Examine each line of the listing below. Copy those in which the string "GlandSummary" appears.

---------------

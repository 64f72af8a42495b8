//! Seal figures of a converged increment that belong to no single load or
//! contact pair: a gland's fill and squeeze (2-D) and the rubber's
//! extrusion past the edge of a clearance gap.
//!
//! Gland fill is the rubber's section area over the gland's free area, in
//! percent; squeeze is how much of the rubber's free height across the
//! gland the gland's depth takes away, in percent (both common practice for
//! seal glands). The gland's free area is the region enclosed by the groove
//! profile (segments and fillet arcs, integrated exactly) and the straight
//! line between the closing surface's points nearest to the profile's two
//! ends; a profile that runs on along a clearance gap adds the gap's area.
//! The gland's depth is the largest distance of the profile from the
//! closing surface (its bottom); the rubber's free height is the extent of
//! the undeformed section along the closing surface's normal there.

use nalgebra::Vector3;
use olli_mesh::Mesh;

use crate::contact::active::ActiveContacts;
use crate::contact::surface::{Piece2, RigidSurface, Shape};
use crate::model::{ExtrusionGap, Gland};
use crate::results::{ExtrusionSummary, GlandSummary};

/// Figures of every gland of the model at displaced nodes `x`.
pub fn glands(glands: &[Gland], mesh: &Mesh, x: &[Vector3<f64>], contacts: &ActiveContacts) -> Vec<GlandSummary> {
    if glands.is_empty() {
        return Vec::new();
    }
    let rubber_area = section_area(mesh, x);
    glands
        .iter()
        .filter_map(|g| {
            let groove = contacts.surface(&g.groove)?;
            let closing = contacts.surface(&g.closed_by)?;
            let Shape::Profile(pieces) = &groove.shape else { return None };
            let free_area = free_area(pieces, groove, closing);
            let (depth, normal) = depth(pieces, groove, closing)?;
            let along = mesh.nodes.iter().map(|p| Vector3::from(*p).dot(&normal));
            let (lo, hi) = along.fold((f64::INFINITY, f64::NEG_INFINITY), |(lo, hi), v| (lo.min(v), hi.max(v)));
            let height = hi - lo;
            Some(GlandSummary {
                name: g.name.clone(),
                fill: if free_area > 0.0 { 100.0 * rubber_area / free_area } else { f64::INFINITY },
                squeeze: if height > 0.0 { 100.0 * (height - depth) / height } else { 0.0 },
                rubber_area,
                free_area,
                depth,
            })
        })
        .collect()
}

/// Current section area of a 2-D mesh: each element's ½∮(x dy − y dx)
/// over its sides, exact for straight and for parabolic (line3) sides.
pub fn section_area(mesh: &Mesh, x: &[Vector3<f64>]) -> f64 {
    let cross = |a: Vector3<f64>, b: Vector3<f64>| a.x * b.y - a.y * b.x;
    let mut area = 0.0;
    for e in 0..mesh.element_count() {
        let kind = mesh.kinds[e];
        let nodes = mesh.element_nodes(e);
        for side in kind.sides() {
            let (a, b) = (x[nodes[side[0]]], x[nodes[side[1]]]);
            area += 0.5 * cross(a, b);
            if let Some(&m) = side.get(2) {
                // A parabola through a, m, b bulges (2/3)·chord·height past its chord.
                area -= 2.0 / 3.0 * cross(b - a, x[nodes[m]] - 0.5 * (a + b));
            }
        }
    }
    area.abs()
}

/// ½∮(x dy − y dx) along the profile (in its own frame), closed through
/// the closing surface's nearest points to its two ends.
fn free_area(pieces: &[Piece2], groove: &RigidSurface, closing: &RigidSurface) -> f64 {
    let cross = |a: Vector3<f64>, b: Vector3<f64>| a.x * b.y - a.y * b.x;
    let mut twice = 0.0;
    for piece in pieces {
        twice += match *piece {
            Piece2::Segment { a, b } => cross(v2(a), v2(b)),
            Piece2::Arc { center, radius, start, end } => {
                // ∫(x dy − y dx) over x = c + r(cos t, sin t).
                let (cx, cy) = (center[0], center[1]);
                radius * cx * (end.sin() - start.sin()) - radius * cy * (end.cos() - start.cos()) + radius * radius * (end - start)
            }
        };
    }
    let (first, last) = (end_point(&pieces[0], false), end_point(&pieces[pieces.len() - 1], true));
    // The closing surface's nearest points, brought into the groove's frame.
    let nearest = |p: Vector3<f64>| {
        let moved = groove.placement.apply(&p);
        closing.project(&moved).map_or(p, |q| groove.placement.to_local(&q.point))
    };
    let (a, b) = (nearest(last), nearest(first));
    twice += cross(last, a) + cross(a, b) + cross(b, first);
    0.5 * twice.abs()
}

/// Depth of the gland (largest distance of the profile from the closing
/// surface, over nine points of each piece: exact for the straight bottom of
/// a groove) and the closing surface's unit normal at the point nearest the
/// deepest one (global frame, for the rubber's reference extent).
fn depth(pieces: &[Piece2], groove: &RigidSurface, closing: &RigidSurface) -> Option<(f64, Vector3<f64>)> {
    let mut best: Option<(f64, Vector3<f64>)> = None;
    for piece in pieces {
        for k in 0..=8 {
            let p = groove.placement.apply(&point_on(piece, k as f64 / 8.0));
            let Some(q) = closing.project(&p) else { continue };
            if best.is_none_or(|(d, _)| q.gap.abs() > d) {
                best = Some((q.gap.abs(), q.normal));
            }
        }
    }
    best
}

/// The point a fraction `s` along a piece.
fn point_on(piece: &Piece2, s: f64) -> Vector3<f64> {
    match *piece {
        Piece2::Segment { a, b } => v2(a) + (v2(b) - v2(a)) * s,
        Piece2::Arc { center, radius, start, end } => {
            let t = start + s * (end - start);
            Vector3::new(center[0] + radius * t.cos(), center[1] + radius * t.sin(), 0.0)
        }
    }
}

fn end_point(piece: &Piece2, last: bool) -> Vector3<f64> {
    point_on(piece, if last { 1.0 } else { 0.0 })
}

fn v2(a: [f64; 2]) -> Vector3<f64> {
    Vector3::new(a[0], a[1], 0.0)
}

/// The rubber's largest intrusion into every gap at displaced nodes `x`.
pub fn extrusions(gaps: &[ExtrusionGap], mesh: &Mesh, x: &[Vector3<f64>], contacts: &ActiveContacts) -> Vec<ExtrusionSummary> {
    gaps.iter()
        .map(|g| {
            let (mut edge, mut into) = (Vector3::from(g.edge), Vector3::from(g.into).try_normalize(0.0).unwrap_or_else(Vector3::zeros));
            if let Some(s) = g.follows.as_deref().and_then(|name| contacts.surface(name)) {
                edge = s.placement.apply(&edge);
                into = s.placement.rotation * into;
            }
            let nodes: Vec<usize> = match &g.nodes {
                Some(set) => mesh.nodes_of_set(set).unwrap_or_default(),
                None => (0..mesh.node_count()).collect(),
            };
            let mut out = ExtrusionSummary { name: g.name.clone(), depth: 0.0, node: 0, at: [0.0; 3] };
            for n in nodes {
                let past = (x[n] - edge).dot(&into);
                if past > out.depth {
                    out = ExtrusionSummary { name: g.name.clone(), depth: past, node: n, at: x[n].into() };
                }
            }
            out
        })
        .collect()
}

#[cfg(test)]
mod tests {
    use super::*;
    use crate::contact::surface::{filleted_polyline, Placement};
    use olli_mesh::{ElementKind, Mesh};

    fn placed(shape: Shape, t: [f64; 2]) -> RigidSurface {
        RigidSurface { shape, placement: Placement::new(Vector3::new(t[0], t[1], 0.0), Vector3::z(), 0.0, Vector3::zeros()) }
    }

    /// A rectangular groove W × D with fillet radius r at its two bottom
    /// corners, closed by a line at its top: W D − 2 (1 − π/4) r² (each
    /// fillet removes a square r² less a quarter circle; hand geometry).
    /// The groove moved by (1, 2) and the cover brought down to depth 0.9 D
    /// change nothing but the depth.
    #[test]
    fn free_area_of_a_filleted_rectangular_groove() {
        let (w, d, r) = (3.0, 1.5, 0.2);
        let pieces = filleted_polyline(&[[0.0, d], [0.0, 0.0], [w, 0.0], [w, d]], r).unwrap();
        let corner = 2.0 * (1.0 - std::f64::consts::FRAC_PI_4) * r * r;
        for (shift, depth) in [([0.0, 0.0], d), ([1.0, 2.0], 0.9 * d)] {
            let groove = placed(Shape::Profile(pieces.clone()), shift);
            let cover = placed(Shape::Line { point: [0.0, depth + shift[1]], direction: [1.0, 0.0] }, [0.0, 0.0]);
            let area = free_area(&pieces, &groove, &cover);
            assert!((area - (w * depth - corner)).abs() < 1e-12, "{area} vs {}", w * depth - corner);
            let (found, normal) = super::depth(&pieces, &groove, &cover).unwrap();
            assert!((found - depth).abs() < 1e-12 && normal.y.abs() > 1.0 - 1e-12, "{found} {normal:?}");
        }
    }

    /// A quad9 square 2 × 2 with its top edge's mid-side node lifted by h:
    /// the edge is a parabola, and the area gains (2/3) · 2 · h (Archimedes'
    /// quadrature of the parabola); a quad4 of the same corners is 4.
    #[test]
    fn section_area_is_exact_for_parabolic_sides() {
        let h = 0.3;
        let mut mesh = Mesh::new(2);
        for p in [[0.0, 0.0], [2.0, 0.0], [2.0, 2.0], [0.0, 2.0], [1.0, 0.0], [2.0, 1.0], [1.0, 2.0 + h], [0.0, 1.0], [1.0, 1.0]] {
            mesh.add_node([p[0], p[1], 0.0]);
        }
        mesh.add_element(ElementKind::Quad9, &[0, 1, 2, 3, 4, 5, 6, 7, 8]);
        let x: Vec<Vector3<f64>> = mesh.nodes.iter().map(|&p| Vector3::from(p)).collect();
        assert!((section_area(&mesh, &x) - (4.0 + 2.0 / 3.0 * 2.0 * h)).abs() < 1e-12);
        let mut linear = Mesh::new(2);
        for p in &mesh.nodes[..4] {
            linear.add_node(*p);
        }
        linear.add_element(ElementKind::Quad4, &[0, 1, 2, 3]);
        assert!((section_area(&linear, &x[..4]) - 4.0).abs() < 1e-12);
    }
}
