//! Resolves the stages of a model into dof-level load programs: which dofs
//! are prescribed and to what value at the end of each stage, the
//! pressurised sides with their start and end pressures, and the dead-load
//! vector at the end of each stage. Unknown set names are reported here,
//! before any work is done.

use std::collections::BTreeMap;

use olli_mesh::Side;

use crate::assembly::Discretization;
use crate::error::SolveError;
use crate::insert::rotation;
use crate::load::dead::{add_body_force, add_node_force, add_side_force};
use crate::model::{Ramp, RotationMotion, Stage, BODY_FORCE_RAMP};

/// [`StageProgram::arc_of_dof`] of a dof that follows no arc.
pub const NO_ARC: u32 = u32::MAX;
/// [`StageProgram::arc_of_dof`] of a dof held where it was at the stage start
/// (an earlier stage turned it).
pub const HOLD_AT_START: u32 = u32::MAX - 1;

/// Where a node of a turned set is at ramp fraction `a` of the stage, from
/// its position `start` at the stage start: the exact arc about the axis,
/// then the translation.
pub fn arc_position(m: &RotationMotion, a: f64, start: [f64; 3]) -> [f64; 3] {
    let r = rotation::rotation(m.rotation.map(|v| a * v));
    let arm = [0, 1, 2].map(|i| start[i] - m.center[i]);
    let turned = rotation::apply(&r, arm);
    [0, 1, 2].map(|i| m.center[i] + turned[i] + a * m.translation[i])
}

/// One pressurised side set during a stage.
#[derive(Debug, Clone)]
pub struct PressureProgram {
    /// The side set's name.
    pub name: String,
    /// The loaded sides.
    pub sides: Vec<Side>,
    /// Pressure at the stage start (stress units).
    pub start: f64,
    /// Pressure at the stage end (stress units).
    pub end: f64,
    /// How the pressure goes from `start` to `end` over the stage.
    pub ramp: Ramp,
}

/// A stage as seen by the Newton driver.
#[derive(Debug, Clone)]
pub struct StageProgram {
    /// Prescribed flag of every global dof.
    pub prescribed: Vec<bool>,
    /// End-of-stage value of the prescribed dofs (others unused).
    pub target: Vec<f64>,
    /// Index into `ramps` of each dof's ramp (0: linear).
    pub ramp_of_dof: Vec<u32>,
    /// Index into `arcs` of each dof of a turned set, else [`NO_ARC`] (moves
    /// towards `target`) or [`HOLD_AT_START`].
    pub arc_of_dof: Vec<u32>,
    /// The rigid turns of this stage.
    pub arcs: Vec<RotationMotion>,
    /// The ramps of the stage; index 0 is linear.
    pub ramps: Vec<Ramp>,
    /// The pressurised side sets.
    pub pressures: Vec<PressureProgram>,
    /// Dead load at the start of the stage.
    pub dead_start: Vec<f64>,
    /// Changes of the dead load over the stage, each with its ramp.
    pub dead_changes: Vec<(Ramp, Vec<f64>)>,
    /// Dofs held before this stage and let go at its start.
    pub released: Vec<usize>,
}

impl StageProgram {
    /// This program with the release loads of its stage: `reactions` (the
    /// nodal reactions of the last converged increment, `dim` per node) at
    /// the released dofs, applied at the start and ramped linearly to zero,
    /// so the let-go part starts in equilibrium and relaxes.
    pub fn with_release_loads(&self, reactions: &[[f64; 3]], dim: usize) -> StageProgram {
        let mut prog = self.clone();
        let mut change = vec![0.0; self.dead_start.len()];
        for &d in &self.released {
            let r = reactions.get(d / dim).map_or(0.0, |r| r[d % dim]);
            prog.dead_start[d] += r;
            change[d] = -r;
        }
        prog.dead_changes.push((Ramp::Linear, change));
        prog
    }

    /// The dead load vector at stage fraction `t` into `f`.
    pub fn dead_at(&self, t: f64, f: &mut [f64]) {
        f.copy_from_slice(&self.dead_start);
        for (ramp, change) in &self.dead_changes {
            let a = ramp.fraction(t);
            for (fi, ci) in f.iter_mut().zip(change) {
                *fi += a * ci;
            }
        }
    }
}

/// Nodes of each set whose reaction is reported.
pub type ReportSets = BTreeMap<String, Vec<usize>>;

/// Resolves all stages, and the sets whose reactions are reported.
pub fn resolve(disc: &Discretization) -> Result<(Vec<StageProgram>, ReportSets), SolveError> {
    let mut state = Resolver::new(disc)?;
    let programs = disc.model.stages.iter().map(|stage| state.stage(stage)).collect::<Result<Vec<_>, _>>()?;
    Ok((programs, state.report))
}

/// What the stages resolved so far leave to the next one.
struct Resolver<'d> {
    disc: &'d Discretization<'d>,
    inserts: crate::insert::Inserts,
    /// Sets whose reactions are reported.
    report: ReportSets,
    prescribed: Vec<bool>,
    target: Vec<f64>,
    /// Pressure of every side set loaded so far.
    pressures: BTreeMap<String, f64>,
    /// Total force of every set loaded so far.
    forces: BTreeMap<String, [f64; 3]>,
    body: Option<[f64; 3]>,
    /// Dead load at the end of the last stage.
    dead: Vec<f64>,
    /// Dofs an earlier stage turned, or a support added after the first
    /// stage holds: held at their stage-start value until re-prescribed.
    turned: Vec<bool>,
    /// Stages resolved so far.
    resolved: usize,
}

/// The dofs' ramps of one stage: the ramps (index 0 linear) and each dof's.
struct DofRamps {
    ramps: Vec<Ramp>,
    of_dof: Vec<u32>,
}

impl DofRamps {
    /// The index of `ramp`, added unless linear.
    fn index(&mut self, ramp: Ramp) -> u32 {
        if ramp == Ramp::Linear {
            0
        } else {
            self.ramps.push(ramp);
            (self.ramps.len() - 1) as u32
        }
    }
}

impl<'d> Resolver<'d> {
    fn new(disc: &'d Discretization<'d>) -> Result<Self, SolveError> {
        let ndof = disc.dof_count();
        Ok(Resolver {
            disc,
            inserts: crate::insert::Inserts::new(disc)?,
            report: disc.mesh().node_sets.clone(),
            prescribed: vec![false; ndof],
            target: vec![0.0; ndof],
            pressures: BTreeMap::new(),
            forces: BTreeMap::new(),
            body: None,
            dead: vec![0.0; ndof],
            turned: vec![false; ndof],
            resolved: 0,
        })
    }

    /// The program of the next stage.
    fn stage(&mut self, stage: &Stage) -> Result<StageProgram, SolveError> {
        let model = self.disc.model;
        for drive in &stage.inserts {
            if !model.inserts.iter().any(|i| i.name == drive.insert) {
                return Err(SolveError::BadInsert {
                    insert: drive.insert.clone(),
                    reason: format!("stage `{}` drives an insert that does not exist", stage.name),
                });
            }
        }
        let ndof = self.prescribed.len();
        let mut ramps = DofRamps { ramps: vec![Ramp::Linear], of_dof: vec![0u32; ndof] };
        let released = self.release(stage)?;
        self.hold(stage)?;
        self.move_sets(stage, &mut ramps)?;
        let arc_of_dof = self.turn_sets(stage, &mut ramps)?;
        self.inserts.mark_bonded(&mut self.prescribed);
        let pressures = self.pressure_programs(stage)?;
        let dead_changes = self.dead_changes(stage)?;
        self.resolved += 1;
        let mut dead = self.dead.clone();
        for (_, change) in &dead_changes {
            for (d, c) in dead.iter_mut().zip(change) {
                *d += c;
            }
        }
        Ok(StageProgram {
            prescribed: self.prescribed.clone(),
            target: self.target.clone(),
            ramp_of_dof: ramps.of_dof,
            arc_of_dof,
            arcs: stage.rotations.clone(),
            ramps: ramps.ramps,
            pressures,
            dead_start: std::mem::replace(&mut self.dead, dead),
            dead_changes,
            released,
        })
    }

    /// The nodes of set `name`, or the stage's unknown-set error.
    fn nodes(&self, stage: &Stage, name: &str) -> Result<Vec<usize>, SolveError> {
        self.disc.mesh().nodes_of_set(name).ok_or_else(|| unknown_set(stage, name))
    }

    /// Lets go of the released dofs; returns those that were held.
    fn release(&mut self, stage: &Stage) -> Result<Vec<usize>, SolveError> {
        let dim = self.disc.dim;
        let mut released = Vec::new();
        for r in &stage.releases {
            for n in self.nodes(stage, &r.set)? {
                for i in (0..dim).filter(|&i| r.components[i]) {
                    let d = n * dim + i;
                    self.turned[d] = false;
                    if std::mem::replace(&mut self.prescribed[d], false) {
                        released.push(d);
                    }
                }
            }
        }
        Ok(released)
    }

    /// Holds the supported dofs: at zero in the first stage; a support that
    /// a later stage adds holds its dofs where they are at that stage's
    /// start (one listed again on dofs already held changes nothing).
    fn hold(&mut self, stage: &Stage) -> Result<(), SolveError> {
        let dim = self.disc.dim;
        let later = self.resolved > 0;
        for s in &stage.supports {
            let nodes = self.nodes(stage, &s.set)?;
            for &n in &nodes {
                for d in (0..dim).filter(|&i| s.components[i]).map(|i| n * dim + i) {
                    if later && self.prescribed[d] {
                        continue;
                    }
                    self.prescribed[d] = true;
                    self.target[d] = 0.0;
                    self.turned[d] = later;
                }
            }
            self.report.insert(s.set.clone(), nodes);
        }
        Ok(())
    }

    /// Prescribes the moved sets' displacements with their ramps.
    fn move_sets(&mut self, stage: &Stage, ramps: &mut DofRamps) -> Result<(), SolveError> {
        let dim = self.disc.dim;
        for m in &stage.motions {
            let nodes = self.nodes(stage, &m.set)?;
            if stage.harmonic.is_some() {
                // Amplitudes of the vibration, not positions: the static program holds.
                self.report.insert(m.set.clone(), nodes);
                continue;
            }
            let r = ramps.index(ramp_for(stage, &m.set));
            for &n in &nodes {
                for i in 0..dim {
                    if let Some(v) = m.displacement[i] {
                        let d = n * dim + i;
                        self.prescribed[d] = true;
                        self.target[d] = v;
                        self.turned[d] = false;
                        ramps.of_dof[d] = r;
                    }
                }
            }
            self.report.insert(m.set.clone(), nodes);
        }
        Ok(())
    }

    /// Prescribes the turned sets along their arcs; returns every dof's arc.
    fn turn_sets(&mut self, stage: &Stage, ramps: &mut DofRamps) -> Result<Vec<u32>, SolveError> {
        let dim = self.disc.dim;
        let mut arc_of_dof: Vec<u32> = self.turned.iter().map(|&h| if h { HOLD_AT_START } else { NO_ARC }).collect();
        for (k, m) in stage.rotations.iter().enumerate() {
            let nodes = self.nodes(stage, &m.set)?;
            let r = ramps.index(ramp_for(stage, &m.set));
            for &n in &nodes {
                for d in n * dim..(n + 1) * dim {
                    self.prescribed[d] = true;
                    arc_of_dof[d] = k as u32;
                    ramps.of_dof[d] = r;
                    self.turned[d] = true;
                }
            }
            self.report.insert(m.set.clone(), nodes);
        }
        Ok(arc_of_dof)
    }

    /// Every side set pressurised so far, from its pressure at the stage start to its new one.
    fn pressure_programs(&mut self, stage: &Stage) -> Result<Vec<PressureProgram>, SolveError> {
        let mesh = self.disc.mesh();
        let before = self.pressures.clone();
        for p in &stage.pressures {
            if !mesh.side_sets.contains_key(&p.set) {
                return Err(if mesh.nodes_of_set(&p.set).is_some() {
                    SolveError::NotASideSet { stage: stage.name.clone(), name: p.set.clone() }
                } else {
                    unknown_set(stage, &p.set)
                });
            }
            self.pressures.insert(p.set.clone(), p.value);
        }
        Ok(self
            .pressures
            .iter()
            .map(|(name, &end)| PressureProgram {
                name: name.clone(),
                sides: mesh.side_sets[name].clone(),
                start: before.get(name).copied().unwrap_or(0.0),
                end,
                ramp: ramp_for(stage, name),
            })
            .collect())
    }

    /// The changes of the dead load over the stage, each changed force and
    /// the body force with its own ramp.
    fn dead_changes(&mut self, stage: &Stage) -> Result<Vec<(Ramp, Vec<f64>)>, SolveError> {
        let (disc, mesh) = (self.disc, self.disc.mesh());
        let (dim, ndof) = (disc.dim, self.dead.len());
        let forces_before = self.forces.clone();
        for f in &stage.forces {
            self.nodes(stage, &f.set)?;
            self.forces.insert(f.set.clone(), f.total);
        }
        let body_before = self.body;
        if stage.body_force.is_some() {
            self.body = stage.body_force;
        }
        let mut dead_changes = Vec::new();
        for (name, total) in &self.forces {
            let old = forces_before.get(name).copied().unwrap_or([0.0; 3]);
            if old == *total {
                continue;
            }
            let delta = [total[0] - old[0], total[1] - old[1], total[2] - old[2]];
            let mut change = vec![0.0; ndof];
            if let Some(sides) = mesh.side_sets.get(name) {
                add_side_force(mesh, disc.model.analysis, dim, sides, delta, &mut change);
            } else if let Some(nodes) = mesh.nodes_of_set(name) {
                add_node_force(dim, &nodes, delta, &mut change);
            }
            dead_changes.push((ramp_for(stage, name), change));
        }
        if self.body != body_before {
            let (new, old) = (self.body.unwrap_or([0.0; 3]), body_before.unwrap_or([0.0; 3]));
            let mut change = vec![0.0; ndof];
            add_body_force(disc, [new[0] - old[0], new[1] - old[1], new[2] - old[2]], &mut change);
            dead_changes.push((ramp_for(stage, BODY_FORCE_RAMP), change));
        }
        Ok(dead_changes)
    }
}

/// The stage's ramp for set `set` (linear unless named).
fn ramp_for(stage: &Stage, set: &str) -> Ramp {
    stage.ramps.get(set).cloned().unwrap_or_default()
}

fn unknown_set(stage: &Stage, name: &str) -> SolveError {
    SolveError::UnknownSet { stage: stage.name.clone(), name: name.to_string() }
}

---------------

■ Exercise response:
use crate::results::{ExtrusionSummary, GlandSummary};
pub fn glands(glands: &[Gland], mesh: &Mesh, x: &[Vector3<f64>], contacts: &ActiveContacts) -> Vec<GlandSummary> {
            Some(GlandSummary {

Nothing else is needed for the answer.